The following entries are to be retyped in full, exactly as written.

━━━━━ DATA FOR THIS TASK ━━━━━

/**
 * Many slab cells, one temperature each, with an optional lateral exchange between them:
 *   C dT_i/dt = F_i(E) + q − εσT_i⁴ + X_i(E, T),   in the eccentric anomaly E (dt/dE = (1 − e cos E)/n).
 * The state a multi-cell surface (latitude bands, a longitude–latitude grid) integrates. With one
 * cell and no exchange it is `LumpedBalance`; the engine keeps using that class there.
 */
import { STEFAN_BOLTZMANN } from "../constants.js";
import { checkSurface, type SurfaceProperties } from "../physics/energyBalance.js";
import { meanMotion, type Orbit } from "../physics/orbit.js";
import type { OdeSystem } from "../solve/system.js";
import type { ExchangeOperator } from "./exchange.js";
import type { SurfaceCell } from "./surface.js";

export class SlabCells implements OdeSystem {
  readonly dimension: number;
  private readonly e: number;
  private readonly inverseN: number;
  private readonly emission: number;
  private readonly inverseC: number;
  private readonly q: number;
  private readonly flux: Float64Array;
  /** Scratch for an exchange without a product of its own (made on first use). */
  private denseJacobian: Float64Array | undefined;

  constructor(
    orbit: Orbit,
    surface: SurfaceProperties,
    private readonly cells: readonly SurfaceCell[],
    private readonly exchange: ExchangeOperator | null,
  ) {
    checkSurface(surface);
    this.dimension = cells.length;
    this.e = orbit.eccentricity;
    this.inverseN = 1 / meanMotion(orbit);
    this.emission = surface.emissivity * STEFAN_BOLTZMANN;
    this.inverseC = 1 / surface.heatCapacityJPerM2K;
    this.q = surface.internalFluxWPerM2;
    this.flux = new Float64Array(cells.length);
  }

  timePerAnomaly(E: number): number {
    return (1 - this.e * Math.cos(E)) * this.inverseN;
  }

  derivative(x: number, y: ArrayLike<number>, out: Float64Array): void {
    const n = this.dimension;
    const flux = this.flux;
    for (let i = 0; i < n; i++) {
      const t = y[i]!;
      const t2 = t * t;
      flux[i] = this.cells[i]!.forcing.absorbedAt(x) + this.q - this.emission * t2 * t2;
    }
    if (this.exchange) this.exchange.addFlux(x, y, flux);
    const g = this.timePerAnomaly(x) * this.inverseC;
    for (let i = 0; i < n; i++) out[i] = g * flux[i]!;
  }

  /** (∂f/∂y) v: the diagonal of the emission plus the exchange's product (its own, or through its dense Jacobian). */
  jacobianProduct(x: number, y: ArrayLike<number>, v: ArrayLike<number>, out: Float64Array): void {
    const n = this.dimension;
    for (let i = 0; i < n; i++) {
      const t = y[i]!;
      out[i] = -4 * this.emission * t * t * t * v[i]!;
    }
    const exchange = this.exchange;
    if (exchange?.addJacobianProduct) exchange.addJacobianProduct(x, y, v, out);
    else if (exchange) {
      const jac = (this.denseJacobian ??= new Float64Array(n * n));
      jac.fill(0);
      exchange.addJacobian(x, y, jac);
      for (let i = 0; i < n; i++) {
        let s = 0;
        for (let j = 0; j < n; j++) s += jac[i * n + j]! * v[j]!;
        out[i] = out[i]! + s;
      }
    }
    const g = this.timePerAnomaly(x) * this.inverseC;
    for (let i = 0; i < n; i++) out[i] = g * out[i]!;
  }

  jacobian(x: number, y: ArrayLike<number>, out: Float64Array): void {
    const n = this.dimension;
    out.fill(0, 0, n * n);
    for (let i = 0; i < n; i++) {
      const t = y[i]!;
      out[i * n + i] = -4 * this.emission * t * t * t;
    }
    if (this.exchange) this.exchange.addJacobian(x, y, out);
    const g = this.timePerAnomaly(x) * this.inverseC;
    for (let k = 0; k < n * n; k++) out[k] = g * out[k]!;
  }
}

━━━━━

▶ **SOLUTION BELOW**
/**
 * Many slab cells, one temperature each, with an optional lateral exchange between them:
 *   C dT_i/dt = F_i(E) + q − εσT_i⁴ + X_i(E, T),   in the eccentric anomaly E (dt/dE = (1 − e cos E)/n).
 * The state a multi-cell surface (latitude bands, a longitude–latitude grid) integrates. With one
 * cell and no exchange it is `LumpedBalance`; the engine keeps using that class there.
 */
import { STEFAN_BOLTZMANN } from "../constants.js";
import { checkSurface, type SurfaceProperties } from "../physics/energyBalance.js";
import { meanMotion, type Orbit } from "../physics/orbit.js";
import type { OdeSystem } from "../solve/system.js";
import type { ExchangeOperator } from "./exchange.js";
import type { SurfaceCell } from "./surface.js";

export class SlabCells implements OdeSystem {
  readonly dimension: number;
  private readonly e: number;
  private readonly inverseN: number;
  private readonly emission: number;
  private readonly inverseC: number;
  private readonly q: number;
  private readonly flux: Float64Array;
  /** Scratch for an exchange without a product of its own (made on first use). */
  private denseJacobian: Float64Array | undefined;

  constructor(
    orbit: Orbit,
    surface: SurfaceProperties,
    private readonly cells: readonly SurfaceCell[],
    private readonly exchange: ExchangeOperator | null,
  ) {
    checkSurface(surface);
    this.dimension = cells.length;
    this.e = orbit.eccentricity;
    this.inverseN = 1 / meanMotion(orbit);
    this.emission = surface.emissivity * STEFAN_BOLTZMANN;
    this.inverseC = 1 / surface.heatCapacityJPerM2K;
    this.q = surface.internalFluxWPerM2;
    this.flux = new Float64Array(cells.length);
  }

  timePerAnomaly(E: number): number {
    return (1 - this.e * Math.cos(E)) * this.inverseN;
  }

  derivative(x: number, y: ArrayLike<number>, out: Float64Array): void {
    const n = this.dimension;
    const flux = this.flux;
    for (let i = 0; i < n; i++) {
      const t = y[i]!;
      const t2 = t * t;
      flux[i] = this.cells[i]!.forcing.absorbedAt(x) + this.q - this.emission * t2 * t2;
    }
    if (this.exchange) this.exchange.addFlux(x, y, flux);
    const g = this.timePerAnomaly(x) * this.inverseC;
    for (let i = 0; i < n; i++) out[i] = g * flux[i]!;
  }

  /** (∂f/∂y) v: the diagonal of the emission plus the exchange's product (its own, or through its dense Jacobian). */
  jacobianProduct(x: number, y: ArrayLike<number>, v: ArrayLike<number>, out: Float64Array): void {
    const n = this.dimension;
    for (let i = 0; i < n; i++) {
      const t = y[i]!;
      out[i] = -4 * this.emission * t * t * t * v[i]!;
    }
    const exchange = this.exchange;
    if (exchange?.addJacobianProduct) exchange.addJacobianProduct(x, y, v, out);
    else if (exchange) {
      const jac = (this.denseJacobian ??= new Float64Array(n * n));
      jac.fill(0);
      exchange.addJacobian(x, y, jac);
      for (let i = 0; i < n; i++) {
        let s = 0;
        for (let j = 0; j < n; j++) s += jac[i * n + j]! * v[j]!;
        out[i] = out[i]! + s;
      }
    }
    const g = this.timePerAnomaly(x) * this.inverseC;
    for (let i = 0; i < n; i++) out[i] = g * out[i]!;
  }

  jacobian(x: number, y: ArrayLike<number>, out: Float64Array): void {
    const n = this.dimension;
    out.fill(0, 0, n * n);
    for (let i = 0; i < n; i++) {
      const t = y[i]!;
      out[i * n + i] = -4 * this.emission * t * t * t;
    }
    if (this.exchange) this.exchange.addJacobian(x, y, out);
    const g = this.timePerAnomaly(x) * this.inverseC;
    for (let k = 0; k < n * n; k++) out[k] = g * out[k]!;
  }
}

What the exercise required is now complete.